A year after Tesis came Amenábar's even more impressive Abra los Ojos (Open Your Eyes), a complex psychological thriller in which a handsome young man is disfigured in an accident. It featured Eduardo Noriega and Penelope Cruz, and Tom Cruise bought the remake rights and starred in the US version directed by Cameron Crowe, but the qualities of the original got lost in translation.

Cruise was an executive producer on Amenábar's next film, his first in the English language, The Others, the spooky, atmosphere-steeped ghost story starring Nicole Kidman. His fourth film, The Sea Inside (Mar Adentro), continues Amenábar's preoccupation with the meaning of life - and death - which, I suggest to him, is unusual for a director so young.

"I wouldn't say I'm obsessed with that," he replies. "But when I look back, it's true that my films deal with those themes. I am interested in how we as individuals deal with the fact of death, that there is an end to the lives we have now - independently of the fact that there could be another beginning, or not." Does he believe in a life after death? "Actually, I don't. I'm an agnostic, which means I don't know. But just in case there's nothing, I prefer to see things from a human perspective. And I still think that I'm a moral person. I try to find sense in life itself and in our day-to-day experiences."

A quadriplegic man's claim for the right to suicide is the theme of The Sea Inside, Amenábar's masterly, thoughtful drama based on the experiences of Ramon Sampedro, a former ship's mechanic who was paralysed from the neck down after a diving accident when he was 26. He spent most of three decades confined to a bed as he fought his legal case "to die with dignity". When Sampedro finally arranged for his assisted suicide in January 1998, he had it videotaped.

"His final speech was shown on Spanish television after he died and it seemed like everyone in Spain saw it," Amenábar says. "The agony was cut out, but there was a lot of controversy about if it should have been shown or not. My impression was that Sampedro wanted people to see it. After I decided to make the film, I saw the whole video, and it wasn't easy to watch, because of the agony it showed.

"I had doubts about showing it in my film, because even though the film deals with death, I did not want to show something that was too difficult for the audience to watch. But I also felt it was important for the audience to know that he had suffered - because the government would not contemplate his case, he had to suffer. I hope I found a way of showing it, but didn't make it too strong for the audience to watch. I decided to connect it with the past by showing the accident as it happened to him, and the contrast between his life before and after the accident."

Although the film has been attacked as being pro-euthanasia, it also shows that the lawyer who supports Sampedro's case makes the decision that she wants to live when she contracts a degenerative disease. "When you are dealing with themes like this in a film, you have to be very careful," Amenábar says. "You don't want the film to be an insult to all the people who want to live, no matter what their disability is. I wanted to show both sides and I wanted to show that duality of life and death.

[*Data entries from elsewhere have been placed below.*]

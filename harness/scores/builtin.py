"""The built-in score declarations (see :mod:`harness.scores.registry`), each next to its rule.

Every ``compute`` below reads a :class:`harness.scores.fused.Chunk` (rows sorted once) and uses
the same kernels as the public rule named in its declaration; the tests check each fused column
against that rule.
"""

from __future__ import annotations

from harness.scores.registry import Score, ScoreConfig, _level_name, register_score

# The declarations import nothing numerical: the rules below load their kernels when they run,
# so listing the scores (e.g. in the command line's help) costs no numpy import.


def _k():
    from harness.scores import kernels

    return kernels


def _np():
    import numpy

    return numpy

_GR2007 = ("Gneiting, T. and Raftery, A. E. (2007). Strictly proper scoring rules, prediction, and "
           "estimation. JASA 102(477), 359-378")
_GR2011 = ("Gneiting, T. and Ranjan, R. (2011). Comparing density forecasts using threshold- and "
           "quantile-weighted scoring rules. JBES 29(3), 411-422")


def _grid(cfg: ScoreConfig):
    return _k()._midpoint_levels(int(cfg.n_levels))


def _ends(levels):
    np = _np()
    c = np.asarray(levels, dtype=np.float64)
    return np.concatenate([(1 - c) / 2, (1 + c) / 2])


def _none(cfg: ScoreConfig):
    return _np().zeros(0)


# ----------------------------------------------------------------------------- density scores
register_score(Score(
    key="crps", label="CRPS", relative_label="CRPS ratio", unit="units of the variable",
    orientation="lower", versus="ratio", tests=("dm", "mcs", "fluctuation"),
    roles=frozenset({"headline", "density"}),
    reference=f"{_GR2007}, eq. 21 (kernel form, exact for the ensemble)",
    needs=_none,
    compute=lambda ch, cfg: {"crps": _k()._crps_from_sorted(ch.s, ch.y, ch.k, ch.full)},
))


def _weighted(weight: str):
    def compute(ch, cfg):
        grid = _grid(cfg)
        return {f"crps_{weight}": _k()._weighted_from_quantiles(ch.pinball(grid), grid, weight)}
    return compute


for _w, _label, _roles in (("centre", "centre-weighted CRPS", {"density"}),
                           ("tails", "two-tail CRPS", {"tail"}),
                           ("left", "left-tail CRPS", {"tail"}),
                           ("right", "right-tail CRPS", {"tail"})):
    register_score(Score(
        key=f"crps_{_w}", label=_label, relative_label=f"{_label} ratio",
        unit="units of the variable", orientation="lower", versus="ratio", tests=("dm",),
        roles=frozenset(_roles),
        reference=f"{_GR2011} (quantile-weighted CRPS, weight '{_w}', unnormalised, midpoint rule)",
        needs=_grid, compute=_weighted(_w),
    ))


def _log_score_values(ch, cfg):
    """The capped log score of a chunk, computed once and shared with the floor indicator."""
    key = ("log_score", float(cfg.density_floor))
    if key not in ch._cache:
        k = _k()
        h = k._silverman(ch.s, ch.k, ch.full, ch.mean)
        ch._cache[key] = k._log_score_from_sorted(ch.s, ch.y, ch.k, ch.full, h, cfg.density_floor)
    return ch._cache[key]


def _log_score(ch, cfg):
    return {"log_score": _log_score_values(ch, cfg)}


def _log_score_floored(ch, cfg):
    import math

    np = _np()
    score = _log_score_values(ch, cfg)
    cap = -math.log(cfg.density_floor)
    # the kernel caps at -log(floor) (a far outlier, or a zero-spread ensemble); compare with a
    # relative margin of 1e-12 so that the cap's own rounding counts as floored
    out = (score >= cap * (1.0 - 1e-12)).astype(np.float64)
    out[~np.isfinite(score)] = np.nan
    return {"log_score_floored": out}


register_score(Score(
    key="log_score", label="log score", relative_label="log-score difference",
    unit="nats (negative log density)", orientation="lower", versus="difference", tests=("dm",),
    roles=frozenset({"headline", "density"}),
    reference=(f"{_GR2007} (logarithmic score); Silverman, B. W. (1986). Density Estimation for "
               "Statistics and Data Analysis, eq. 3.31 (kernel bandwidth). Floor rule: the kernel "
               "density is floored at ScoreConfig.density_floor (default 1e-10), so the score is "
               "capped at -log(floor) = 23.03 nats; a far outlier and a zero-spread ensemble both "
               "get the cap, which understates a bad model's mean: read it with "
               "log_score_floored, the share of forecasts at the cap"),
    needs=_none, compute=_log_score,
))
register_score(Score(
    key="log_score_floored", label="log score at the floor",
    relative_label="log score at the floor", unit="share of forecasts (0-1)",
    # not a loss: no ratio, no best, no tests; the cell mean of the 0/1 indicator is the share
    # of the cell's forecasts whose log score is the cap (count = share x n)
    orientation="calibration", versus=None, tests=(), roles=frozenset({"diagnostic"}),
    reference=("indicator that the log score hit its cap -log(density_floor) (see log_score); "
               "common practice of reporting how many forecasts a floored score affects"),
    needs=_none, compute=_log_score_floored,
))


# ----------------------------------------------------------------------------- point errors
def _point(kind: str, err: str):
    def compute(ch, cfg):
        centre = ch.mean if kind == "mean" else ch.median
        e = centre - ch.y
        return {f"{err}_{kind}": e * e if err == "se" else abs(e)}
    return compute


for _kind in ("mean", "median"):
    register_score(Score(
        key=f"se_{_kind}", label=f"MSE ({_kind})" if _kind == "median" else "MSE",
        relative_label=f"RMSE ratio ({_kind})" if _kind == "median" else "RMSE ratio",
        unit="squared units of the variable", orientation="lower", versus="sqrt_ratio",
        tests=("dm",), roles=frozenset({"point"} | ({"headline"} if _kind == "mean" else set())),
        reference="common practice (squared error of the ensemble's point forecast); the RMSE "
                  "ratio is the square root of the MSE ratio",
        needs=_none, compute=_point(_kind, "se"),
    ))
    register_score(Score(
        key=f"ae_{_kind}", label=f"MAE ({_kind})" if _kind == "median" else "MAE",
        relative_label=f"MAE ratio ({_kind})" if _kind == "median" else "MAE ratio",
        unit="units of the variable", orientation="lower", versus="ratio", tests=("dm",),
        roles=frozenset({"point"}),
        reference="common practice (absolute error of the ensemble's point forecast)",
        needs=_none, compute=_point(_kind, "ae"),
    ))


# ----------------------------------------------------------------------------- quantiles and intervals
def _levels(values):
    return _np().asarray(values, dtype=float)


def _qs(ch, cfg):
    lev = _levels(cfg.quantile_levels)
    qs = ch.pinball(lev)
    return {_level_name("qs_{pct}", a, "quantile_levels"): qs[:, j] for j, a in enumerate(lev)}


register_score(Score(
    key="qs", label="QS {pct}%", relative_label="QS {pct}% ratio", unit="units of the variable",
    orientation="lower", versus="ratio", tests=("dm",), roles=frozenset({"quantile"}),
    reference=f"{_GR2011}, eq. 3 (pinball loss, scaled so that CRPS = 2 × its integral)",
    pattern="qs_{pct}", config_levels="quantile_levels",
    needs=lambda cfg: _levels(cfg.quantile_levels), compute=_qs,
    level_roles=lambda a: {"tail"} if (a <= 0.10 + 1e-12 or a >= 0.90 - 1e-12) else set(),
))


def _cover(ch, cfg):
    lev = _levels(cfg.coverage_levels)
    q = ch.quantiles(_ends(lev))
    hits = _k()._coverage_hits(ch.y, q[:, : lev.size], q[:, lev.size:])
    return {_level_name("cover_{pct}", a, "coverage_levels"): hits[:, j] for j, a in enumerate(lev)}


register_score(Score(
    key="cover", label="coverage of the {pct}% interval", relative_label="coverage {pct}%",
    unit="share of outcomes inside", orientation="calibration", versus=None,
    tests=("kupiec", "christoffersen", "coverage_t"), roles=frozenset({"calibration"}),
    reference="common practice (hit indicator of the closed central interval); tests: Kupiec "
              "(1995), Christoffersen (1998) at h = 1; the hit-rate t-test with a long-run "
              "variance at every h",
    pattern="cover_{pct}", config_levels="coverage_levels",
    needs=lambda cfg: _ends(cfg.coverage_levels), compute=_cover,
))


def _interval(ch, cfg):
    from harness.scores.quantiles import interval_score_from_q

    lev = _levels(cfg.interval_levels)
    q = ch.quantiles(_ends(lev))
    out = {}
    for j, c in enumerate(lev):
        out[_level_name("interval_{pct}", c, "interval_levels")] = interval_score_from_q(
            ch.y, q[:, j], q[:, lev.size + j], 1.0 - c)
    return out


register_score(Score(
    key="interval", label="interval score {pct}%", relative_label="interval score {pct}% ratio",
    unit="units of the variable", orientation="lower", versus="ratio", tests=("dm",),
    roles=frozenset({"interval"}),
    reference=f"{_GR2007}, eq. 43 (interval score of the central interval at level 1 - alpha)",
    pattern="interval_{pct}", config_levels="interval_levels",
    needs=lambda cfg: _ends(cfg.interval_levels), compute=_interval,
))


register_score(Score(
    key="pit", label="PIT", relative_label="PIT", unit="probability", orientation="calibration",
    versus=None, tests=("berkowitz", "rossi_sekhposyan", "knuppel"), roles=frozenset({"calibration"}),
    reference=("Gneiting, T., Balabdaoui, F. and Raftery, A. E. (2007). Probabilistic forecasts, "
               "calibration and sharpness. JRSS B 69(2), 243-268 (mid-rank ties)"),
    needs=_none,
    compute=lambda ch, cfg: {"pit": _k()._pit_from_sorted(ch.s, ch.y, ch.k, "mid", None)},
))

# Threshold-weighted CRPS needs a threshold per forecast: users compute it with
# harness.scores.threshold_weighted_crps and add columns named twcrps or twcrps_<name>.
register_score(Score(
    key="twcrps", label="threshold-weighted CRPS", relative_label="twCRPS ratio",
    unit="units of the variable", orientation="lower", versus="ratio", tests=("dm",),
    roles=frozenset({"tail"}),
    reference=f"{_GR2011}; Allen, Ginsbourger & Ziegel (2023), SIAM/ASA JUQ 11(3), 906-940",
))
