@dataclass
class GridTable:
    """A numeric table rendered identically in HTML, Markdown, LaTeX and CSV.

    Attributes
    ----------
    name : str
        File stem (``tables/<name>.md`` …), also the HTML ``id`` of the table.
    title : str
        Caption.
    columns : list of tuple of str
        Column keys, one tuple per column (e.g. ``("crps", "full")``); the levels are named by
        ``column_levels``.
    column_labels : dict
        Display text of each level's values (e.g. ``{"se_mean": "RMSE"}``); default the value.
    row_name : str
        Name of the row label (``"model"``).
    groups : list of RowGroup
    best : {"min", None}
        Which cell of each column (within a group) gets bold.
    kind : {"ratio", "pvalue", "coverage", "set", "plain"}
        ``ratio``: blue–orange background and direction markers, the p-value of the test
        against the benchmark printed in the cell; ``pvalue``: the value is a p-value, stars
        mark rejections; ``coverage``: the value is a hit rate, ``pvalue`` its coverage test
        (stars mark rejections); ``set``: ``flag`` in/out of a set, the value its p-value;
        ``plain``: numbers only.
    notes : list of str
        Printed under the table (plain text, escaped on output).
    """

    name: str
    title: str
    columns: list[tuple[str, ...]]
    column_levels: tuple[str, ...]
    row_name: str
    groups: list[RowGroup]
    column_labels: dict = field(default_factory=dict)
    best: str | None = "min"
    kind: str = "ratio"
    digits: int = 3
    notes: list[str] = field(default_factory=list)
    group_name: str | None = None
    #: the typed frame CSV and Parquet hold, when the table has a better one than one row per cell
    data: pd.DataFrame | None = None
    #: text and Markdown headers show the last column level only (the HTML and LaTeX show all)
    short_header: bool = False

    def __post_init__(self):
        self.mark_best()

    def mark_best(self) -> None:
        """Flag the minimum of each column within each group (ties all flagged)."""
        if self.best != "min":
            return
        for g in self.groups:
            if not g.rows:
                continue
            vals = np.array([[c.value for c in cells] for _, cells in g.rows], dtype=np.float64)
            with np.errstate(invalid="ignore"):
                colmin = np.nanmin(np.where(np.isfinite(vals), vals, np.inf), axis=0)
            # Compare formatted values too: two cells shown equal are both best.
            shown = np.round(vals, self.digits)
            flag = np.isfinite(vals) & (np.isclose(vals, colmin[None, :], rtol=0, atol=0)
                                        | (shown == np.round(colmin, self.digits)[None, :]))
            for i, (_, cells) in enumerate(g.rows):
                for j, c in enumerate(cells):
                    c.best = bool(flag[i, j])

    def _mark(self, c: Cell) -> str:
        """Significance mark of a cell: directional for ratio cells (↓ better, ↑ worse), stars otherwise."""
        if self.kind == "ratio":
            return significance(c.pvalue, (c.value - 1.0) if c.value == c.value else None)
        if self.kind == "set":
            return ""
        return stars(c.pvalue)

    def _value_text(self, c: Cell) -> str:
        """The cell's main text: the number, or ``in``/``out`` for set membership."""
        if self.kind == "set":
            return "\u2014" if c.flag is None else ("in" if c.flag else "out")
        return fmt_number(c.value, self.digits)

    def _detail(self, c: Cell, style: str = "html") -> str:
        """The printed twin of the tooltip: ``p 0.004 · n 83`` (html), ``p=0.004, n=83`` (md, text)."""
        p = c.value if self.kind == "set" else c.pvalue
        parts = []
        eq, sep = (" ", " \u00b7 ") if style == "html" else ("=", ", ")
        if self.kind != "pvalue" and p is not None and np.isfinite(p):
            parts.append(f"p{eq}{fmt_p(p)}")
        elif c.note:
            parts.append(c.note)
        if c.n is not None:
            parts.append(f"n{eq}{c.n}")
        return sep.join(parts)

    def label(self, level: int, value) -> str:
        return str(self.column_labels.get(value, value))

    def _flat_label(self, col) -> str:
        """One line of header for a column (text and Markdown)."""
        if self.short_header:
            return self.label(len(col) - 1, col[-1])
        return " ".join(self.label(i, v) for i, v in enumerate(col))

    # ----------------------------------------------------------------- renderings
    def to_frame(self) -> pd.DataFrame:
        """The tidy form written to CSV: one row per cell, full precision (or ``data`` when given)."""
        if self.data is not None:
            return self.data
        recs = []
        for g in self.groups:
            for row, cells in g.rows:
                for col, c in zip(self.columns, cells, strict=True):
                    rec = dict(g.key)
                    rec[self.row_name] = row
                    rec.update(dict(zip(self.column_levels, col, strict=True)))
                    rec.update(value=c.value, n=c.n, pvalue=c.pvalue, stars=stars(c.pvalue),
                               mark=self._mark(c), best=c.best, note=c.note)
                    if self.kind == "set":
                        rec.update(in_set=c.flag, pvalue=c.value)
                    recs.append(rec)
        return pd.DataFrame(recs)

    def _header_spans(self) -> list[list[tuple[str, int]]]:
        """Per header level, runs of equal labels (for colspan / multicolumn)."""
        out = []
        for lv in range(len(self.column_levels)):
            runs: list[tuple[str, int]] = []
            prev = None
            for col in self.columns:
                key = col[: lv + 1]
                if runs and key == prev:
                    runs[-1] = (runs[-1][0], runs[-1][1] + 1)
                else:
                    runs.append((col[lv], 1))
                prev = key
            out.append(runs)
        return out

    def to_html(self) -> str:
        """The table as HTML (every text escaped; cell facts also in ``title`` attributes)."""
        e = escape_html
        parts = [f'<div class="wrap"><table id="{e(self.name)}" class="grid {e(self.kind)}">',
                 f"<caption>{e(self.title)}</caption>", "<thead>"]
        spans = self._header_spans()
        for lv, runs in enumerate(spans):
            parts.append("<tr>")
            if lv == 0:
                parts.append(f'<th class="rowh" rowspan="{len(spans)}" scope="col">{e(self.row_name)}</th>')
            for text, width in runs:
                parts.append(f'<th colspan="{width}" scope="col">{e(self.label(lv, text))}</th>')
            parts.append("</tr>")
        parts.append("</thead>")
        ncol = len(self.columns) + 1
        # colour levels of every cell at once (one vectorised call, not one per cell)
        allc = [c for g in self.groups for _, cells in g.rows for c in cells]
        levels = iter(ratio_level([c.value for c in allc]).tolist()) if allc and self.kind == "ratio" else None
        for g in self.groups:
            parts.append("<tbody>")
            if g.label:
                parts.append(f'<tr class="group"><th colspan="{ncol}" scope="rowgroup">{e(g.label)}</th></tr>')
            for row, cells in g.rows:
                parts.append(f'<tr><th class="rowh" scope="row">{e(row)}</th>')
                parts.extend(self._html_cell(c, None if levels is None else next(levels)) for c in cells)
                parts.append("</tr>")
            parts.append("</tbody>")
        parts.append("</table></div>")
        if self.notes:
            parts.append('<p class="note">' + "<br>".join(e(n) for n in self.notes) + "</p>")
        return "\n".join(parts)

    def _html_cell(self, c: Cell, level: int | None = None) -> str:
        e = escape_html
        text = self._value_text(c)
        val = f"<strong>{text}</strong>" if c.best else text
        tip = []
        if c.n is not None:
            tip.append(f"n = {c.n} forecasts")
        p = c.value if self.kind == "set" else c.pvalue
        if p is not None and np.isfinite(p):
            tip.append(f"p = {fmt_p(p)}")
        style = ""
        mark = ""
        if self.kind == "ratio":
            lv = int(ratio_level(c.value)) if level is None else level
            style = f' style="background:{PALETTE[lv]}"'
            m = MARK_BETTER if lv < 0 else MARK_WORSE if lv > 0 else ""
            mark = f'<span class="dir">{m}</span>' if m else ""
        sig = self._mark(c)
        sig_html = f'<span class="sig">{sig}</span>' if sig else ""
        detail = self._detail(c)
        # p and n printed under the number (the tooltip repeats them for screen readers)
        d_html = f'<br><span class="n">{e(detail)}</span>' if detail else ""
        title = f' title="{e("; ".join(tip))}"' if tip else ""
        cls = ' class="best"' if c.best else ""
        return f"<td{cls}{style}{title}>{mark}<span class=\"v\">{val}</span>{sig_html}{d_html}</td>"

    def to_text(self, transpose: bool | None = None) -> str:
        """Aligned plain text for a terminal or an e-mail: marks set apart from the numbers, p in the cell.

        ``transpose`` (default: when the table has one group) puts the columns (e.g. horizons)
        down the side and the rows (models) across, so that a table of many horizons fits a
        terminal; n then gets its own column when every cell of a line has the same n.
        """
        transpose = (len(self.groups) == 1) if transpose is None else transpose
        col_names = [self._flat_label(col) for col in self.columns]

        def cell_text(c: Cell, with_n: bool) -> str:
            t = self._value_text(c)
            m = self._mark(c)
            t = f"{t} {m}" if m else t
            if c.best and t != "\u2014":
                t += " <"
            p = c.value if self.kind == "set" else c.pvalue
            d = []
            if self.kind != "pvalue" and p is not None and np.isfinite(p):
                d.append(f"p {fmt_p(p)}")
            elif c.note:
                d.append(c.note)
            if with_n and c.n is not None:
                d.append(f"n {c.n}")
            return f"{t} ({', '.join(d)})" if d else t

        out = [self.title]
        if transpose:
            g = self.groups[0]
            head = [self.group_name or self.column_levels[-1]] + [str(r) for r, _ in g.rows]
            ns = [{c.n for _, cells in g.rows for c in [cells[j]] if c.n is not None} for j in range(len(self.columns))]
            shared_n = all(len(n) <= 1 for n in ns)
            if shared_n:
                head.append("n")
            rows = [head]
            for j, name in enumerate(col_names):
                line = [name] + [cell_text(cells[j], not shared_n) for _, cells in g.rows]
                if shared_n:
                    line.append(str(next(iter(ns[j]))) if ns[j] else "")
                rows.append(line)
            out += align_text(rows)
        else:
            head = [self.row_name] + col_names
            rows: list[list[str]] = []
            starts: dict[int, str] = {}
            for g in self.groups:
                if g.label and len(self.groups) > 1:
                    starts[len(rows)] = g.label
                for row, cells in g.rows:
                    rows.append([str(row)] + [cell_text(c, True) for c in cells])
            lines = align_text([head] + rows)
            out.append(lines[0])
            for i, ln in enumerate(lines[1:]):
                if i in starts:
                    out.append(starts[i])
                out.append(ln)
        out += list(self.notes)
        return "\n".join(out) + "\n"

    def to_markdown(self) -> str:
        """GitHub-flavoured Markdown: group key and row label as leading columns; p and n in the cell."""
        key_names = list(self.groups[0].key) if self.groups else []
        head = [escape_markdown(k) for k in key_names] + [escape_markdown(self.row_name)]
        head += [escape_markdown(self._flat_label(col)) for col in self.columns]
        lines = [f"**{escape_markdown(self.title)}**", "", "| " + " | ".join(head) + " |",
                 "|" + "|".join([":---"] * (len(key_names) + 1) + ["---:"] * len(self.columns)) + "|"]
        for g in self.groups:
            for row, cells in g.rows:
                vals = [escape_markdown(g.key[k]) for k in key_names] + [escape_markdown(row)]
                for c in cells:
                    t = self._value_text(c)
                    t = f"**{t}**" if c.best and t != "\u2014" else t
                    s = self._mark(c)
                    t += escape_markdown(s)
                    d = escape_markdown(self._detail(c, style="md"))
                    if d:
                        t += f" ({d})"
                    vals.append(t)
                lines.append("| " + " | ".join(vals) + " |")
        if self.notes:
            lines.append("")
            lines.extend(escape_markdown(n) for n in self.notes)
        return "\n".join(lines) + "\n"

    def to_latex(self) -> str:
        """A booktabs ``tabular`` (needs ``\\usepackage{booktabs}``), groups as ruled blocks."""
        ncol = len(self.columns)
        spec = "l" + "r" * ncol
        lines = [f"% {escape_latex(self.title)}", f"\\begin{{tabular}}{{{spec}}}", "\\toprule"]
        for lv, runs in enumerate(self._header_spans()):
            cells = [escape_latex(self.row_name) if lv == len(self.column_levels) - 1 else ""]
            for text, width in runs:
                t = escape_latex(self.label(lv, text))
                cells.append(f"\\multicolumn{{{width}}}{{c}}{{{t}}}" if width > 1 else t)
            lines.append(" & ".join(cells) + r" \\")
        lines.append("\\midrule")
        for gi, g in enumerate(self.groups):
            if g.label:
                if gi:
                    lines.append("\\midrule")
                lines.append(f"\\multicolumn{{{ncol + 1}}}{{l}}{{\\emph{{{escape_latex(g.label)}}}}} \\\\")
            for row, cells in g.rows:
                vals = [escape_latex(row)]
                for c in cells:
                    t = self._value_text(c)
                    if t == "\u2014":
                        vals.append("--")
                        continue
                    t = f"\\textbf{{{t}}}" if c.best else t
                    s = self._mark(c)
                    if s:
                        t += f"$^{{{s}}}$"
                    p = c.value if self.kind == "set" else c.pvalue
                    if self.kind != "pvalue" and p is not None and np.isfinite(p):
                        t += f" {{\\scriptsize[p {escape_latex(fmt_p(p))}]}}"
                    elif c.note:
                        t += f" {{\\scriptsize[{escape_latex(c.note)}]}}"
                    if c.n is not None:
                        t += f" {{\\scriptsize({c.n})}}"
                    vals.append(t)
                lines.append(" & ".join(vals) + r" \\")
        lines += ["\\bottomrule", "\\end{tabular}"]
        for n in self.notes:
            lines.append(f"% {escape_latex(n)}")
        return "\n".join(lines) + "\n"

    def write(self, directory: Path) -> dict[str, Path]:
        """Write ``<name>.md``, ``<name>.tex`` and ``<name>.csv`` under ``directory``."""
        return _write_all(self, directory)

"Of course, it will make people think about the subject of euthanasia. When I first saw Ramon on TV, the first question I asked myself was if I would want to die if I was in his situation. You can't be sure about these matters unless it really happens to you, of course, but right now, I believe I would not want to die if I was in Ramon's situation. At the same time, I believe he is right when he says his life belongs to him and it is his right if he wants to live or die."

The moral dilemma at the core of the film is vividly expressed in a single, haunting line of dialogue, when Ramon's father laments the fact that it's hard enough to know your son is dying, but even worse to know that that's what he wants. "I know Ramon's father really loved his son and he misses him a lot," says Amenábar. "But he was so respectful of Ramon's wishes that he would not say anything to him that related to his intention to die. I think Ramon's brother was much more direct in telling Ramon he didn't want him to die."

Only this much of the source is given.